What you have to do → Only the lines from the opening of the material through the one containing "expected fit leaves" should be reproduced, each exactly as it stands.

---*---

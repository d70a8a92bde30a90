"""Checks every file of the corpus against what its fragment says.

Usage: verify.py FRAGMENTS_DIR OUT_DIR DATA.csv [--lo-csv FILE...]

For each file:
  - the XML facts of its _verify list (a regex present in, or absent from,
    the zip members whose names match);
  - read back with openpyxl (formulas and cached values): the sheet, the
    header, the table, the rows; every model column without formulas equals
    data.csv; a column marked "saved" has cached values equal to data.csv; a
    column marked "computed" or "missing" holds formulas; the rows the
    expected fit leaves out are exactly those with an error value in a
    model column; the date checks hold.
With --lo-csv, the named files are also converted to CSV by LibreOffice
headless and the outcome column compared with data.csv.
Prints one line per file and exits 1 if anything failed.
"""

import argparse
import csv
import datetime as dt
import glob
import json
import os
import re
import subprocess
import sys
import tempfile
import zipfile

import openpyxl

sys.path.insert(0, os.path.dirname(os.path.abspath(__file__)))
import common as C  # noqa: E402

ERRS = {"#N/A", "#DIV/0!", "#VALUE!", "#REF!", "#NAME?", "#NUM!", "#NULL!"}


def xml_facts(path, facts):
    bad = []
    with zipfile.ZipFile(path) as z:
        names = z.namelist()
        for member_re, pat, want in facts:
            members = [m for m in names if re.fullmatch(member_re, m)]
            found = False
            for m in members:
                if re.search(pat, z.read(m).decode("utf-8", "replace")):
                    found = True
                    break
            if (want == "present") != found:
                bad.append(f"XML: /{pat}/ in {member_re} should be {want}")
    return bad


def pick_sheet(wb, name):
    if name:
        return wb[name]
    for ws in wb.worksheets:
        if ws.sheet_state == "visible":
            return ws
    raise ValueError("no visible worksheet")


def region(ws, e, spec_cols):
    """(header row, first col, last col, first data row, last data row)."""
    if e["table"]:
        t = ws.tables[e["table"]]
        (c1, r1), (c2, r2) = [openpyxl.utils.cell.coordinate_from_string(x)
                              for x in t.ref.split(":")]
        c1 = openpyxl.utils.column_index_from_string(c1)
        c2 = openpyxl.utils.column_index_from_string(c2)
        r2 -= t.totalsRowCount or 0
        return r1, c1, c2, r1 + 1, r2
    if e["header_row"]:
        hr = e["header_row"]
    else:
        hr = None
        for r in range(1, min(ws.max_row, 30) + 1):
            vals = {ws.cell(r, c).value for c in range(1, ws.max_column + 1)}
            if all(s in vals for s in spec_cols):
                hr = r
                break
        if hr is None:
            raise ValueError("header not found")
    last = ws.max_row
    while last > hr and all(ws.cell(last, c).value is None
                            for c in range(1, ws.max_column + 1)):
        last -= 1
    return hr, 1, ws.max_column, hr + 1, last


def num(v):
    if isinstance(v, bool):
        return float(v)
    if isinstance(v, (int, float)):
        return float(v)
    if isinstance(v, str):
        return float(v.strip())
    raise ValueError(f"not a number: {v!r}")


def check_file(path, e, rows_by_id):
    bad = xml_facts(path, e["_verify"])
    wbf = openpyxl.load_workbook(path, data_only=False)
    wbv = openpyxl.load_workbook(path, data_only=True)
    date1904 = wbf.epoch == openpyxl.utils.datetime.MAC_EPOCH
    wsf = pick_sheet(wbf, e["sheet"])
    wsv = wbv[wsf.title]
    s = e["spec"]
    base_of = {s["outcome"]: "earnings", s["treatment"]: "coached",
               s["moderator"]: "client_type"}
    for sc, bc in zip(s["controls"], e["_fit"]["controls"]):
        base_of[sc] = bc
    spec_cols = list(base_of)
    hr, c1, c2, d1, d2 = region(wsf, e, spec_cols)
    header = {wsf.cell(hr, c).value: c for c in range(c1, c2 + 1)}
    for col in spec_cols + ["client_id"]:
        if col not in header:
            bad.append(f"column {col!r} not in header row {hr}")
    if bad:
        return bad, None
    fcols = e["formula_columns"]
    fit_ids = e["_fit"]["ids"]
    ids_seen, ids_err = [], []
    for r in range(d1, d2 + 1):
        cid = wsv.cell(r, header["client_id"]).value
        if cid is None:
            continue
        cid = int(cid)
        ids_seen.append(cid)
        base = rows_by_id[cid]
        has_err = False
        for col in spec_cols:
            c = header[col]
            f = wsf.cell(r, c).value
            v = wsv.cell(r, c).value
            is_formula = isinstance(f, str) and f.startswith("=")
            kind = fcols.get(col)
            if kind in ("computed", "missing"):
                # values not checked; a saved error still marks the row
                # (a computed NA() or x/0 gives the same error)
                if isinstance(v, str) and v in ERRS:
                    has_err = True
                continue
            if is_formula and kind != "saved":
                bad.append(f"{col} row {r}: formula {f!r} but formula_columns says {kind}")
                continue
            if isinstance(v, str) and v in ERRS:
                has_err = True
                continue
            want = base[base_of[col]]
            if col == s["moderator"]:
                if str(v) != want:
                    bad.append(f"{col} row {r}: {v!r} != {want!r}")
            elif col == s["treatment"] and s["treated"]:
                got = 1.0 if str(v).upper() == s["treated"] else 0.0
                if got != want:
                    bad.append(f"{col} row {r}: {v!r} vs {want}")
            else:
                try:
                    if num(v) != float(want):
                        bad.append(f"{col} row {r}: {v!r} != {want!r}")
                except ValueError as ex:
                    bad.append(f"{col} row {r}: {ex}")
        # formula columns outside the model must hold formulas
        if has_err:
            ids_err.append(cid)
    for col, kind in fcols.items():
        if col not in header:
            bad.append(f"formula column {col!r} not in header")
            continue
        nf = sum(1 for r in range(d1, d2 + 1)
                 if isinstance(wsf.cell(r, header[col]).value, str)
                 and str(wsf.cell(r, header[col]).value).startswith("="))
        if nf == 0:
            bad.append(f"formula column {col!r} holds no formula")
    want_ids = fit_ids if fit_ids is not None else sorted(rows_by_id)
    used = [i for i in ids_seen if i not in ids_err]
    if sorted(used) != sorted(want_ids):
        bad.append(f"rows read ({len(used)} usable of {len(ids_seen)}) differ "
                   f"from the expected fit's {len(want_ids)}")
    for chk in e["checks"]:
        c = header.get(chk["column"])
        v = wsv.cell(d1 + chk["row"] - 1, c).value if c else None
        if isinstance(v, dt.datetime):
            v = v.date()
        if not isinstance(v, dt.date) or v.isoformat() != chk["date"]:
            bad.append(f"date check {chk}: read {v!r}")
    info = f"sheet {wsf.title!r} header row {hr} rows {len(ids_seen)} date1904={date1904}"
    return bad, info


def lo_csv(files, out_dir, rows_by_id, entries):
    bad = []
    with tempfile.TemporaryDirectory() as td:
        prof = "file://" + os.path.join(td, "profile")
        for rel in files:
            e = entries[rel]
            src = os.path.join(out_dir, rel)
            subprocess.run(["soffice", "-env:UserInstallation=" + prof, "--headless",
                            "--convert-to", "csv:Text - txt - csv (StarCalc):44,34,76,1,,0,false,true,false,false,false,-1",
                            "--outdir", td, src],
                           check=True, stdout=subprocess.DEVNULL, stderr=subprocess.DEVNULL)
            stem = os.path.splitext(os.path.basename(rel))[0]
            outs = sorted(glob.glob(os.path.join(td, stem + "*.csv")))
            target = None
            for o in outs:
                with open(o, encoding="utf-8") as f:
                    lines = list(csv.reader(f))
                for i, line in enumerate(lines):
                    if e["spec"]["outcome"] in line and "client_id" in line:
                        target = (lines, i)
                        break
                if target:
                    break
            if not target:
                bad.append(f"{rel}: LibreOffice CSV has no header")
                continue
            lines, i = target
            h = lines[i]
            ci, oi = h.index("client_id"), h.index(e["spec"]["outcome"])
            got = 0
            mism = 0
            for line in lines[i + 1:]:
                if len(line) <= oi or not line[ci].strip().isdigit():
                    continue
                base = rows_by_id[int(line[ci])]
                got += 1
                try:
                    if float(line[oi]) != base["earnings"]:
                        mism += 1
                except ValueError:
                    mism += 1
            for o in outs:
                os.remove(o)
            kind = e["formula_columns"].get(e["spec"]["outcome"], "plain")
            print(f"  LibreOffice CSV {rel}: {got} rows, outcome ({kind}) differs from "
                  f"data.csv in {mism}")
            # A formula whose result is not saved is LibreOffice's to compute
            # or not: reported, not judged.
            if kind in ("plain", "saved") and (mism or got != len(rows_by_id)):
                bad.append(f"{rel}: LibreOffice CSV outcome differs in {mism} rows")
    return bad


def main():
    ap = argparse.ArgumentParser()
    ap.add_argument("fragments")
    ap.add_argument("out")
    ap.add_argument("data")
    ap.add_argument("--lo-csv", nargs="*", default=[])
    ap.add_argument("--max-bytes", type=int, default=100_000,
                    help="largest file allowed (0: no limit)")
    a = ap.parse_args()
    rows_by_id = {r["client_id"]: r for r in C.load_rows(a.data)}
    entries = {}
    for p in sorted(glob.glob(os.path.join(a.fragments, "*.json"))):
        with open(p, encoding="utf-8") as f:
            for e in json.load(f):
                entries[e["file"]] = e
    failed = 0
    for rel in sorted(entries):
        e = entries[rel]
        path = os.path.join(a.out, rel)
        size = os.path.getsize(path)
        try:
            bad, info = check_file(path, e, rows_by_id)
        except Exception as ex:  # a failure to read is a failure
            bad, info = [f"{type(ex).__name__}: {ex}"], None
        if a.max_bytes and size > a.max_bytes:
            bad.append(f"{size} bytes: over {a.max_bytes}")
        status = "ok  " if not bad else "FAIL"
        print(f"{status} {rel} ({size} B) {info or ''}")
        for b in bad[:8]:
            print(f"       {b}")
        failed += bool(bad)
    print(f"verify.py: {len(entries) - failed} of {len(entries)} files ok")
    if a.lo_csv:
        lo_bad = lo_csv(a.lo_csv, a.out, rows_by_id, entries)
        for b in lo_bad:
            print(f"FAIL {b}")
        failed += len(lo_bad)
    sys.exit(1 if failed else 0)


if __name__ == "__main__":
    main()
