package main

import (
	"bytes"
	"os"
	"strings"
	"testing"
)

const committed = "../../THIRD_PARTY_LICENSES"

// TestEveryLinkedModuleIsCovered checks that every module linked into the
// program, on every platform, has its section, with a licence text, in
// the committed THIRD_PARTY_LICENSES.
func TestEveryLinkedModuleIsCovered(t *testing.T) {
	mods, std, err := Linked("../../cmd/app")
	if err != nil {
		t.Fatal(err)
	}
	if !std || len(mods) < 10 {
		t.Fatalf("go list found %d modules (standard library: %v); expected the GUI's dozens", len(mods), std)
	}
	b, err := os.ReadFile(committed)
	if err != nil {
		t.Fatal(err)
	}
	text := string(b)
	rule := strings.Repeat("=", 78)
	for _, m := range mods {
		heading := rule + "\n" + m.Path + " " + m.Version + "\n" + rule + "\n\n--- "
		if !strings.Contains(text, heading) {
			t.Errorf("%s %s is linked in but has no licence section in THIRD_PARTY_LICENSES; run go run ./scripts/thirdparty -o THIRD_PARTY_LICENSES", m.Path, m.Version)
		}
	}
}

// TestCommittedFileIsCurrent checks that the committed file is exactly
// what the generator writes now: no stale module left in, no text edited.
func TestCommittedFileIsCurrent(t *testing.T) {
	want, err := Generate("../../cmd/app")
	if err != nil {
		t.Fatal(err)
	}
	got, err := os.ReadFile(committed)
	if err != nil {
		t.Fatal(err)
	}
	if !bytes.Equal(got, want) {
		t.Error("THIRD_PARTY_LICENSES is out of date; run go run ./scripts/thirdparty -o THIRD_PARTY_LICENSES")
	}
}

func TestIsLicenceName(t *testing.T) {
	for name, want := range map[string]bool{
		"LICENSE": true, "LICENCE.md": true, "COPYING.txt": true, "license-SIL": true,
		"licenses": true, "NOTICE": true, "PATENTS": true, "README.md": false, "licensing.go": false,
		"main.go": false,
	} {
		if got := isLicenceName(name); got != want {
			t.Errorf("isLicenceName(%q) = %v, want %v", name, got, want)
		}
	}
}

---*---

Solved exercise →
repository d70a8a92bde30a90
"""Checks every file of the corpus against what its fragment says.

Usage: verify.py FRAGMENTS_DIR OUT_DIR DATA.csv [--lo-csv FILE...]

For each file:
  - the XML facts of its _verify list (a regex present in, or absent from,
    the zip members whose names match);
  - read back with openpyxl (formulas and cached values): the sheet, the
    header, the table, the rows; every model column without formulas equals
    data.csv; a column marked "saved" has cached values equal to data.csv; a
    column marked "computed" or "missing" holds formulas; the rows the
    expected fit leaves out are exactly those with an error value in a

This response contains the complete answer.